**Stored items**
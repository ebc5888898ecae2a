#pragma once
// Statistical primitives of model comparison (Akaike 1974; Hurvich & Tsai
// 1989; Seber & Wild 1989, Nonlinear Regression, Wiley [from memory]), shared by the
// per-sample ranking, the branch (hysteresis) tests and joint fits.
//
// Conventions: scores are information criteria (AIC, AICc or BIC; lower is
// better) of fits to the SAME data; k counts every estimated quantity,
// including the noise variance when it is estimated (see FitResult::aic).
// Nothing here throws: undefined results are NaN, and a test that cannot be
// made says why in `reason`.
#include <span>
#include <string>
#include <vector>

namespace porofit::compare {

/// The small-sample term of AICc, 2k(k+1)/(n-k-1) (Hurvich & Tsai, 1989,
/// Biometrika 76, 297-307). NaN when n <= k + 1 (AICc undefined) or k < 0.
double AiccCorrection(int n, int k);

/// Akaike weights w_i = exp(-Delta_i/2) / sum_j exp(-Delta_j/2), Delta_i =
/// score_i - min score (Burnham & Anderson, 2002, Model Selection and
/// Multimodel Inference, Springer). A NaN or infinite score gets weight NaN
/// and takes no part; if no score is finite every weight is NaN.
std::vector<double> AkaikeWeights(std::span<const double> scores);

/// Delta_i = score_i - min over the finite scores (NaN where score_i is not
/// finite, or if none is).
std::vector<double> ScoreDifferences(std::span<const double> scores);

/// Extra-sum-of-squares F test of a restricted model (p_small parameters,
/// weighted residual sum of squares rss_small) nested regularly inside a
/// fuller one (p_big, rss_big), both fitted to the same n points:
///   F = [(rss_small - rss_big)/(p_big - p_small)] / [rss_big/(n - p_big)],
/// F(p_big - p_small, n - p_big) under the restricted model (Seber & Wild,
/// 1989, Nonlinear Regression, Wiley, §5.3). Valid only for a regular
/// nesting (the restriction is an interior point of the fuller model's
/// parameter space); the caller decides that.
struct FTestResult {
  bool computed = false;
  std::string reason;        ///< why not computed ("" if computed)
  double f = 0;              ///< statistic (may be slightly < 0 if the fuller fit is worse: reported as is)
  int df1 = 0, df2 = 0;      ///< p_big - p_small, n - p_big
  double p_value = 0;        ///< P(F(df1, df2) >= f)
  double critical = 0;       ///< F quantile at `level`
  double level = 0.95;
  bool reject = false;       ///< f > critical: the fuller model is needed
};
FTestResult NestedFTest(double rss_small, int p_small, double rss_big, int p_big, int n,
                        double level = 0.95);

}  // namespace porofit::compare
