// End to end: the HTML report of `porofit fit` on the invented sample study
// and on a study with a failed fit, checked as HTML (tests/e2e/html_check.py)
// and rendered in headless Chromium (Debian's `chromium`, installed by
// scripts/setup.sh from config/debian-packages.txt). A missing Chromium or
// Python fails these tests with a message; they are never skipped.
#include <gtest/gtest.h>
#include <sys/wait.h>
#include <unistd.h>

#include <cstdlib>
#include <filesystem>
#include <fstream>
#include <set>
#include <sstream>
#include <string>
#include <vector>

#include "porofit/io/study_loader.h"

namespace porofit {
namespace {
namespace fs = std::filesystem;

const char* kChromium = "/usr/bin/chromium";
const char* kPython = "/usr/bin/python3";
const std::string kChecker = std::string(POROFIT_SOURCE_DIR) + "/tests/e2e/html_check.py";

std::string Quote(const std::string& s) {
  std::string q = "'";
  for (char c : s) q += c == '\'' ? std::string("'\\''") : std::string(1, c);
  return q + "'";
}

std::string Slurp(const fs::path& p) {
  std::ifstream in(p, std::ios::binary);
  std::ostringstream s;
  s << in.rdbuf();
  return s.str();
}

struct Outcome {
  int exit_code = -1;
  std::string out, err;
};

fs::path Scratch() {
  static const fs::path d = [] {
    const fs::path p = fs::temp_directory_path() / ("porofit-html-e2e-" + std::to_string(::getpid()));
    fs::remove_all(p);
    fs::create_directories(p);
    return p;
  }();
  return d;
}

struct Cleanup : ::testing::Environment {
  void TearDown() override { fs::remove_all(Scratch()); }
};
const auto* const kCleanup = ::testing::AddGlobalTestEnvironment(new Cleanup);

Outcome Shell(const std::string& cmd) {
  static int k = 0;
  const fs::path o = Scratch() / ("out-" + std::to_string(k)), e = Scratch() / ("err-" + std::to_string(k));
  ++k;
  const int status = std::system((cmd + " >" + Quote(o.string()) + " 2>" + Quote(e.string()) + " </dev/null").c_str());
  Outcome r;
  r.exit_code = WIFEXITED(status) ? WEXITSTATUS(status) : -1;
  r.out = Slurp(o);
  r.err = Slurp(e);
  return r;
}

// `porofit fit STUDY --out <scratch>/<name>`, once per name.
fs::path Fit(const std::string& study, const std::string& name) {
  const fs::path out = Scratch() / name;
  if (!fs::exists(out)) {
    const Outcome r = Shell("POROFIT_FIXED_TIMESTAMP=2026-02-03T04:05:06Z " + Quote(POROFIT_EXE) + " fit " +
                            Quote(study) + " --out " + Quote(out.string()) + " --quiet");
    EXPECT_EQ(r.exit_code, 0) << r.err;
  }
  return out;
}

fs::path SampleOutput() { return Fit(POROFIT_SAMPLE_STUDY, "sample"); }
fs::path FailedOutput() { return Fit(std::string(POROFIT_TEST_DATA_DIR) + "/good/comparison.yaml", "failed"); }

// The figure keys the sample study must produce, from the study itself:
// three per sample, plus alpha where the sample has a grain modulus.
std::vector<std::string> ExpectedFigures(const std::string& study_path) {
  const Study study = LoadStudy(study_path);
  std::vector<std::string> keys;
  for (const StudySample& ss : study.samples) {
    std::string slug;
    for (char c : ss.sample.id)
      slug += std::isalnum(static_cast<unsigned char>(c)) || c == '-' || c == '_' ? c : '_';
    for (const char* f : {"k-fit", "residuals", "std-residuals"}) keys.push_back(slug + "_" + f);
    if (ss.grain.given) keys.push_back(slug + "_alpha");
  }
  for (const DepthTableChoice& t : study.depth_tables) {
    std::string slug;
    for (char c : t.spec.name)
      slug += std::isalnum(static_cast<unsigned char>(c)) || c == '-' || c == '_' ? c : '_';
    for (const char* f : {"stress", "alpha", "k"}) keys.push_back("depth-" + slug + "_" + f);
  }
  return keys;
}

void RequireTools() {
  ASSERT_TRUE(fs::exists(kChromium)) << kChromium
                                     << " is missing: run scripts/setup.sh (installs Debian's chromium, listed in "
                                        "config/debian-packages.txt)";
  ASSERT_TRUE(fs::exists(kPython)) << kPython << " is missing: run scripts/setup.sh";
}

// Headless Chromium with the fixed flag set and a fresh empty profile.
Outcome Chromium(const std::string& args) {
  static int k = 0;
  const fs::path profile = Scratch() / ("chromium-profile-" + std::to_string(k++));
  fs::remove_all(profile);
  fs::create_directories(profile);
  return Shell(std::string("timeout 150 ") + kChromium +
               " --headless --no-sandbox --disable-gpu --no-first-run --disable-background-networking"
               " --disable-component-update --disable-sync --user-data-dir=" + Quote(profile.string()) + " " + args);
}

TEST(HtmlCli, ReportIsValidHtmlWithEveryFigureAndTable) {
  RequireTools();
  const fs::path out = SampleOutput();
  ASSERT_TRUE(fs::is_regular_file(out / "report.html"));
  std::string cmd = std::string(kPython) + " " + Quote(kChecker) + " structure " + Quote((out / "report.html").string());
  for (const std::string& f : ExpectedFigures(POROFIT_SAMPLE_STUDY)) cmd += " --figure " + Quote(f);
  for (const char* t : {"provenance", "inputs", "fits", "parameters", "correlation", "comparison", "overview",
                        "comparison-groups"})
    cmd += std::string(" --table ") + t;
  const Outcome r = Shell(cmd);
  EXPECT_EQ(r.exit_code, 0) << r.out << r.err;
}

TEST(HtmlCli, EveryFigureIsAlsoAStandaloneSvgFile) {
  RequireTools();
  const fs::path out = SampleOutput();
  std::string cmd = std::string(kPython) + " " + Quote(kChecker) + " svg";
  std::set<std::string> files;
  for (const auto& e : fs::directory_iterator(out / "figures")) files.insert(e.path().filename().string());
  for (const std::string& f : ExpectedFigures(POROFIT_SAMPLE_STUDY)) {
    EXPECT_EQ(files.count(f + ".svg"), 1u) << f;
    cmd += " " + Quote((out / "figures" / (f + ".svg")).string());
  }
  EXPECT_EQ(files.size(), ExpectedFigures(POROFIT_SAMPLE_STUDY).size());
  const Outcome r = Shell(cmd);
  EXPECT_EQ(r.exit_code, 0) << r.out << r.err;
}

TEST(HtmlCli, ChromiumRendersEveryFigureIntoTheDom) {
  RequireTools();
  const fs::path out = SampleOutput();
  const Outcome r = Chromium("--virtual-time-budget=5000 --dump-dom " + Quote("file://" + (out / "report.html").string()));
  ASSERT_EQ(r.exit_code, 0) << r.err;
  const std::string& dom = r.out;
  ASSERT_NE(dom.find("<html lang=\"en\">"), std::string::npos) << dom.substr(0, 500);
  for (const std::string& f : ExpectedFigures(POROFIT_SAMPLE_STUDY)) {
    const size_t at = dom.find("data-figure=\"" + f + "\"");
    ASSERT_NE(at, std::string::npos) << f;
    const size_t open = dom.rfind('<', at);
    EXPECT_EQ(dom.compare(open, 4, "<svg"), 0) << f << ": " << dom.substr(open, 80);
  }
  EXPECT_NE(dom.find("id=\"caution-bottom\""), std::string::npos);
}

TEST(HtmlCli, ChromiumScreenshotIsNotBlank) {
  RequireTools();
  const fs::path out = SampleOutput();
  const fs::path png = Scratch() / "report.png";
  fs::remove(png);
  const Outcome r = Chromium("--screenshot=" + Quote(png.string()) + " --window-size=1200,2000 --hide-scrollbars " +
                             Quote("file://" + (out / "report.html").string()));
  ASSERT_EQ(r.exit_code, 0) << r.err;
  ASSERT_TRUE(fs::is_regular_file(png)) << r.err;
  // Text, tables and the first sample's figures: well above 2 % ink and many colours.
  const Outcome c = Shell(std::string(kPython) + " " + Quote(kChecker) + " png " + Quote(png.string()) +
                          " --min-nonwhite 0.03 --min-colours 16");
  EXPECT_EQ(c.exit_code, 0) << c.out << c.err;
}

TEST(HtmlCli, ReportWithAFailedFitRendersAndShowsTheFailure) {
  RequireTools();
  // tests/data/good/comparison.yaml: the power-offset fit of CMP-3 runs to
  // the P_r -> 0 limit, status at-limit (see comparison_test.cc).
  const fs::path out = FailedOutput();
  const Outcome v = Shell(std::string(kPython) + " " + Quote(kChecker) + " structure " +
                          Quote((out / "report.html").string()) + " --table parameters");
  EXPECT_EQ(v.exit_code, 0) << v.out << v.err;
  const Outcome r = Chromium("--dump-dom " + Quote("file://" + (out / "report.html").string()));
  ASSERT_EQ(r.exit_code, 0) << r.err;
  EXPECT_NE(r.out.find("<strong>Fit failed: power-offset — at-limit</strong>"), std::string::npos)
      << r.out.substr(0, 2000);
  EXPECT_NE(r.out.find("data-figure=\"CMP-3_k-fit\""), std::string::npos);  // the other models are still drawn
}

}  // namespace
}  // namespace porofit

**Brief**
Return, from the data, each line that has the word "level" in it.

**Task response**
  double critical = 0;       ///< F quantile at `level`
  double level = 0.95;
                        double level = 0.95);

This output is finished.